Unless they're hiding it from us there hasn't been a massive earthquake in CA. The fact quakes are hitting where they are is pretty common for the Rim of Fire. One disturbs the rest and quakes happen. 

Now toss in a couple of super volcanoes, then we can talk.


----------



## Nm156 (May 16, 2015)

Well it's the 24th and we're still here.


----------



## DuckRunner (Aug 24, 2017)

robin416 said:


> Unless they're hiding it from us there hasn't been a massive earthquake in CA. The fact quakes are hitting where they are is pretty common for the Rim of Fire. One disturbs the rest and quakes happen.
> 
> Now toss in a couple of super volcanoes, then we can talk.


Hmm.. I don't live there so I don't know..


----------



## DuckRunner (Aug 24, 2017)

Nm156 said:


> Well it's the 24th and we're still here.


Guess so... I hope David Meade is happy getting all this money


----------



## Nm156 (May 16, 2015)

My prediction is that Facebook will destroy the world.


----------



## Nm156 (May 16, 2015)




----------



## DuckRunner (Aug 24, 2017)

Nm156 said:


> My prediction is that Facebook will destroy the world.


LOL


----------



## DuckRunner (Aug 24, 2017)

Nm156 said:


>


I don't make have very good internet so can you tell me what it's about?


----------



## DuckRunner (Aug 24, 2017)

Nm156 said:


>


See? Rubbish IPad, honestly..


----------



## DuckRunner (Aug 24, 2017)

Nm156 said:


> Lyrics
> That's great, it starts with an earthquake
> Birds and snakes, and aeroplanes
> And Lenny Bruce is not afraid
> ...


?


----------



## Nm156 (May 16, 2015)

It's the words to the song in the video.


----------



## Wilbur's Mom (Aug 10, 2017)

Nm156 said:


> My prediction is that Facebook will destroy the world.

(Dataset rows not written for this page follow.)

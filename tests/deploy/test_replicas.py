"""Replicas: two gunicorn instances on different ports sharing one PostgreSQL database,
under concurrent load, and workers killed with SIGKILL in the middle of appends.

What must hold (issue 11): no acknowledged decision lost, none duplicated, one total
order (log indexes 0..N-1 without gap, in the order of recording times), and the log
checks (``certimatch audit export`` then ``audit check``, which re-verifies every stored
answer). Digests are recomputed with the ``rfc8785`` package, an implementation
independent of service/records/canonical.py. Every wait is bounded; nothing is timed.
"""

from __future__ import annotations

import hashlib
import os
import random
import signal
import threading
from collections.abc import Iterator
from concurrent.futures import ThreadPoolExecutor
from pathlib import Path
from typing import Any

import pytest
import requests
import rfc8785
from postgres_server import postgres_schema
from servers import Gunicorn, wait_for

from service.cli import main
from service.records.migrate import upgrade
from service.records.signing import load_or_create_key
from service.records.store import DecisionStore, make_engine

CLIENTS_PER_SERVER = 4
REQUESTS_PER_CLIENT = 12


def dispatch(seed: int) -> dict[str, Any]:
    """A made-up day of an appliance-repair firm: 4 technicians, 4 tickets, minutes."""
    rng = random.Random(seed)
    return {"sources": [{"id": f"tech-{i}"} for i in range(4)],
            "sinks": [{"id": f"ticket-{seed}-{j}"} for j in range(4)],
            "costs": [[rng.randint(5, 90) for _ in range(4)] for _ in range(4)]}


def _sha(value: Any) -> str:
    return hashlib.sha256(rfc8785.dumps(value)).hexdigest()


@pytest.fixture
def shared(tmp_path: Path) -> Iterator[dict[str, str]]:
    """One PostgreSQL schema (migrated) and one signing key, as replicas share them."""
    with postgres_schema("replicas") as url:
        engine = make_engine(url)
        upgrade(engine)
        engine.dispose()
        load_or_create_key(None, tmp_path / "keys")
        yield {"CERTIMATCH_DATABASE_URL": url,
               "CERTIMATCH_SIGNING_KEY_FILE": str(tmp_path / "keys" / "signing-key.pem")}


class Client:
    """Posts distinct problems; keeps every 200's problem and answer by its decision id."""

    def __init__(self) -> None:
        self.answers: dict[str, tuple[dict[str, Any], dict[str, Any]]] = {}
        self.failures: list[str] = []
        self._seed = 0
        self._lock = threading.Lock()

    def run(self, base: str, count: int, stop: threading.Event | None = None) -> None:
        with requests.Session() as session:
            for _ in range(count):
                if stop is not None and stop.is_set():
                    return
                with self._lock:
                    self._seed += 1
                    body = dispatch(self._seed)
                try:
                    r = session.post(base + "/v1/solve", json=body, timeout=60)
                except requests.RequestException as e:
                    with self._lock:
                        self.failures.append(repr(e))
                    continue
                with self._lock:
                    if r.status_code == 200:
                        answer = r.json()
                        self.answers[answer["decision"]["id"]] = (body, answer)
                    else:
                        self.failures.append(f"{r.status_code}: {r.text[:300]}")


def _one_order(store: DecisionStore, client: Client) -> None:
    """Every acknowledged decision is in the log as it was told, once; one gap-free
    order; the times agree with it."""
    log = []
    after = None
    while True:
        page = store.page(after=after, limit=1000)
        if not page:
            break
        log += page
        after = page[-1].id
    assert [d.log_index for d in log] == list(range(len(log)))          # no gap, no repeat
    assert len({d.id for d in log}) == len(log)
    assert [d.recorded_at for d in log] == sorted(d.recorded_at for d in log)
    stored = {d.id: d.to_dict() for d in log}
    for decision_id, (body, answer) in client.answers.items():
        told = answer["decision"]
        assert stored.get(decision_id) == told, decision_id            # none lost or changed
        assert told["input_sha256"] == _sha(body)
        assert told["answer_sha256"] == _sha({k: v for k, v in answer.items()
                                              if k != "decision"})


def _audit(env: dict[str, str], tmp_path: Path, monkeypatch: pytest.MonkeyPatch,
           capsys: pytest.CaptureFixture[str]) -> str:
    for name, value in env.items():
        monkeypatch.setenv(name, value)
    export = tmp_path / "decisions.jsonl"
    assert main(["audit", "export", "-o", str(export)]) == 0, capsys.readouterr().err
    code = main(["audit", "check", str(export)])
    out = capsys.readouterr().out
    assert code == 0, out
    return out


def test_two_replicas_share_one_log(shared: dict[str, str], tmp_path: Path,
                                    monkeypatch: pytest.MonkeyPatch, capsys) -> None:
    client = Client()
    first = Gunicorn(tmp_path / "a", workers=2, env=shared, log_name="a.log")
    second = Gunicorn(tmp_path / "b", workers=2, env=shared, log_name="b.log")
    (tmp_path / "a").mkdir()
    (tmp_path / "b").mkdir()
    with first, second:
        assert first.port != second.port
        with ThreadPoolExecutor(2 * CLIENTS_PER_SERVER) as pool:
            done = [pool.submit(client.run, server.base, REQUESTS_PER_CLIENT)
                    for server in (first, second) for _ in range(CLIENTS_PER_SERVER)]
            # An export taken while both replicas append: its checkpoint comes first, so
            # it holds a whole prefix of the log, which checks.
            wait_for("the first appends", lambda: len(client.answers) >= 10, 120)
            during = _audit(shared, tmp_path, monkeypatch, capsys)
            for future in done:
                future.result(timeout=600)
    assert client.failures == []
    total = 2 * CLIENTS_PER_SERVER * REQUESTS_PER_CLIENT
    assert during.startswith("audit check: VALID (")
    assert len(client.answers) == total
    engine = make_engine(shared["CERTIMATCH_DATABASE_URL"])
    store = DecisionStore(engine)
    assert store.head()[0] == total
    _one_order(store, client)
    engine.dispose()
    out = _audit(shared, tmp_path, monkeypatch, capsys)
    assert f"audit check: VALID ({total} records, {total} answers re-verified" in out


@pytest.mark.parametrize("backend", ["sqlite", "postgresql"])
def test_workers_killed_mid_append_leave_a_log_that_checks(
        backend: str, shared: dict[str, str], tmp_path: Path,
        monkeypatch: pytest.MonkeyPatch, capsys) -> None:
    env = dict(shared)
    if backend == "sqlite":
        env["CERTIMATCH_DATABASE_URL"] = f"sqlite:///{tmp_path / 'decisions.sqlite3'}"
        engine = make_engine(env["CERTIMATCH_DATABASE_URL"])
        upgrade(engine)
        engine.dispose()
    client = Client()
    stop = threading.Event()
    rng = random.Random(11)
    (tmp_path / "s").mkdir()
    server = Gunicorn(tmp_path / "s", workers=2, env=env)
    with server:
        with ThreadPoolExecutor(CLIENTS_PER_SERVER) as pool:
            running = [pool.submit(client.run, server.base, 10_000, stop)
                       for _ in range(CLIENTS_PER_SERVER)]
            for _ in range(3):
                seen = len(client.answers)
                # appends are flowing: kill a worker at a random moment among them
                wait_for("appends after the last kill", lambda s=seen: len(client.answers)
                         >= s + 5, 120, server.output)
                victim = rng.choice(sorted(server.worker_pids()))
                os.kill(victim, signal.SIGKILL)
                wait_for("the killed worker replaced", lambda v=victim:
                         v not in server.worker_pids()
                         and len(server.worker_pids()) == server.workers, 60, server.output)
            stop.set()
            for future in running:
                future.result(timeout=600)
    # At most the requests in flight on a killed worker failed (no answer at all).
    assert len(client.failures) <= 3 * 1, client.failures
    assert all("Connection" in f or "RemoteDisconnected" in f for f in client.failures)
    # A restart on the same database goes on at the next index.
    restarted = Gunicorn(tmp_path / "s", workers=2, env=env, log_name="again.log")
    with restarted:
        client.run(restarted.base, 3)
    engine = make_engine(env["CERTIMATCH_DATABASE_URL"])
    store = DecisionStore(engine)
    size = store.head()[0]
    assert len(client.answers) <= size <= len(client.answers) + len(client.failures)
    _one_order(store, client)
    engine.dispose()
    out = _audit(env, tmp_path, monkeypatch, capsys)
    assert f"audit check: VALID ({size} records, {size} answers re-verified" in out
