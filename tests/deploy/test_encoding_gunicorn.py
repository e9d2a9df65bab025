"""Compressed bodies and gzip answers under a real gunicorn (deploy/gunicorn.conf.py).

The client is ``requests`` (urllib3), which sends a generator body with chunked transfer
coding and decodes gzip answers itself; the bodies are made with Python's gzip module.
A compression bomb must be refused with 413 that the client reads (not a reset
connection), and the worker's peak memory (its VmHWM in /proc) must stay near the limit,
not near the gigabyte the bomb inflates to.
"""

from __future__ import annotations

import gzip
import json
from collections.abc import Iterator
from pathlib import Path

import pytest
import requests
from servers import gunicorn, without_decision

from tests.http.test_encoding import PROBLEM, gigabyte_of_zeros
from tests.wire.test_columns import columnar

LIMIT = 64 * 1024 * 1024        # the default MAX_BODY_BYTES


def _peak_kib(pid: int) -> int:
    """The process's peak resident set (VmHWM) in KiB (proc(5))."""
    for line in Path(f"/proc/{pid}/status").read_text().splitlines():
        if line.startswith("VmHWM:"):
            return int(line.split()[1])
    raise AssertionError("no VmHWM")


def _pieces(data: bytes, size: int = 8192) -> Iterator[bytes]:
    for i in range(0, len(data), size):
        yield data[i:i + size]


@pytest.fixture(scope="module")
def server(tmp_path_factory: pytest.TempPathFactory):
    with gunicorn(tmp_path_factory.mktemp("encoding"), workers=1) as s:
        yield s


def _post(server, data, **headers) -> requests.Response:
    return requests.post(server.base + "/v1/solve", data=data, timeout=60,
                         headers={"Content-Type": "application/json", **headers})


def test_gzip_bodies_with_a_length_and_chunked_get_the_plain_answer(server):
    raw = json.dumps(columnar(PROBLEM)).encode()
    plain = _post(server, raw, **{"Accept-Encoding": "identity"})
    assert plain.status_code == 200
    packed = gzip.compress(raw)
    sized = _post(server, packed, **{"Content-Encoding": "gzip",
                                     "Accept-Encoding": "identity"})
    chunked = _post(server, _pieces(packed), **{"Content-Encoding": "gzip",
                                                "Accept-Encoding": "identity"})
    assert (without_decision(sized.content) == without_decision(chunked.content)
            == without_decision(plain.content))


def test_the_answer_comes_back_gzip(server):
    raw = json.dumps(PROBLEM).encode()
    reply = requests.post(server.base + "/v1/solve", data=raw, timeout=60,
                          headers={"Content-Type": "application/json",
                                   "Accept-Encoding": "gzip"}, stream=True)
    wire = reply.raw.read(decode_content=False)
    assert reply.headers["Content-Encoding"] == "gzip"
    assert "Accept-Encoding" in reply.headers["Vary"]
    assert int(reply.headers["Content-Length"]) == len(wire)
    plain = _post(server, raw, **{"Accept-Encoding": "identity"})
    assert without_decision(gzip.decompress(wire)) == without_decision(plain.content)


@pytest.mark.parametrize("chunked", [False, True])
def test_a_compression_bomb_is_413_and_the_worker_stays_small(server, chunked):
    bomb = gigabyte_of_zeros()
    (worker,) = server.worker_pids()
    before = _peak_kib(worker)
    reply = _post(server, _pieces(bomb, 65536) if chunked else bomb,
                  **{"Content-Encoding": "gzip"})
    assert reply.status_code == 413
    assert "inflated from Content-Encoding gzip" in reply.json()["detail"]
    grown = _peak_kib(worker) - before
    # the bomb inflates to 2**30 bytes; the worker may hold the limit and a few MiB more
    assert grown * 1024 < LIMIT + 16 * 1024 * 1024, f"peak grew by {grown} KiB"
    assert server.answers_good()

We believe the same. No man knows the day or the hour. My kids are worried too, the fact is this stuff has to happen.


----------



## robin416 (Sep 8, 2013)

Nm156 said:


> My prediction is that Facebook will destroy the world.


LOL Won't destroy mine since I'm not on it.


----------



## Wilbur's Mom (Aug 10, 2017)




----------



## chickenqueen (Jan 9, 2016)

I love REM!!!They are evacuating somewhere for a possible volcanic eruption.There are floods and earthquakes and hurricanes,cyclones and typhoons.I think the Earth is trying to shake us off,like a bad cold.I agree about Facebook 100%.


----------



## Nm156 (May 16, 2015)

robin416 said:


> LOL Won't destroy mine since I'm not on it.


But you live in the world that has been seduced by it.


----------



## robin416 (Sep 8, 2013)

Ah, I'm about the only one in my world that has internet. Most in my world either have no interest or don't have time or money for it.


----------



## Wilbur's Mom (Aug 10, 2017)

We just got internet at home last year. We have a no technology rule from after school until I get home from work. It was getting out of hand. I check all devices to see what they are doing online. I have FB, but we don’t post anything unless we are selling something. Oldest school uses FB it’s the only way I know what’s going on


----------



## seminole wind (Aug 22, 2015)

I just didn't want to be a "slave" to having to check another site. Mail, weather, chickens, and cameras (at this time). Of course shopping but that's a joy.

Yesterday I find out that Paypal charged my bank acct and not my credit card, so I'm left with a whole $200 in the bank. They cancelled my last order instead of letting the bank charge me overcharge. Grr! Always something!


----------



## chickenqueen (Jan 9, 2016)

I thought I was alone in not doing Facebook.I figure there was a reason I quit talking to certain individuals and the world doesn't need to know what I'm doing.If I want someone to know something,I'll tell them myself.Besides,you can't go back in time,only forward...


----------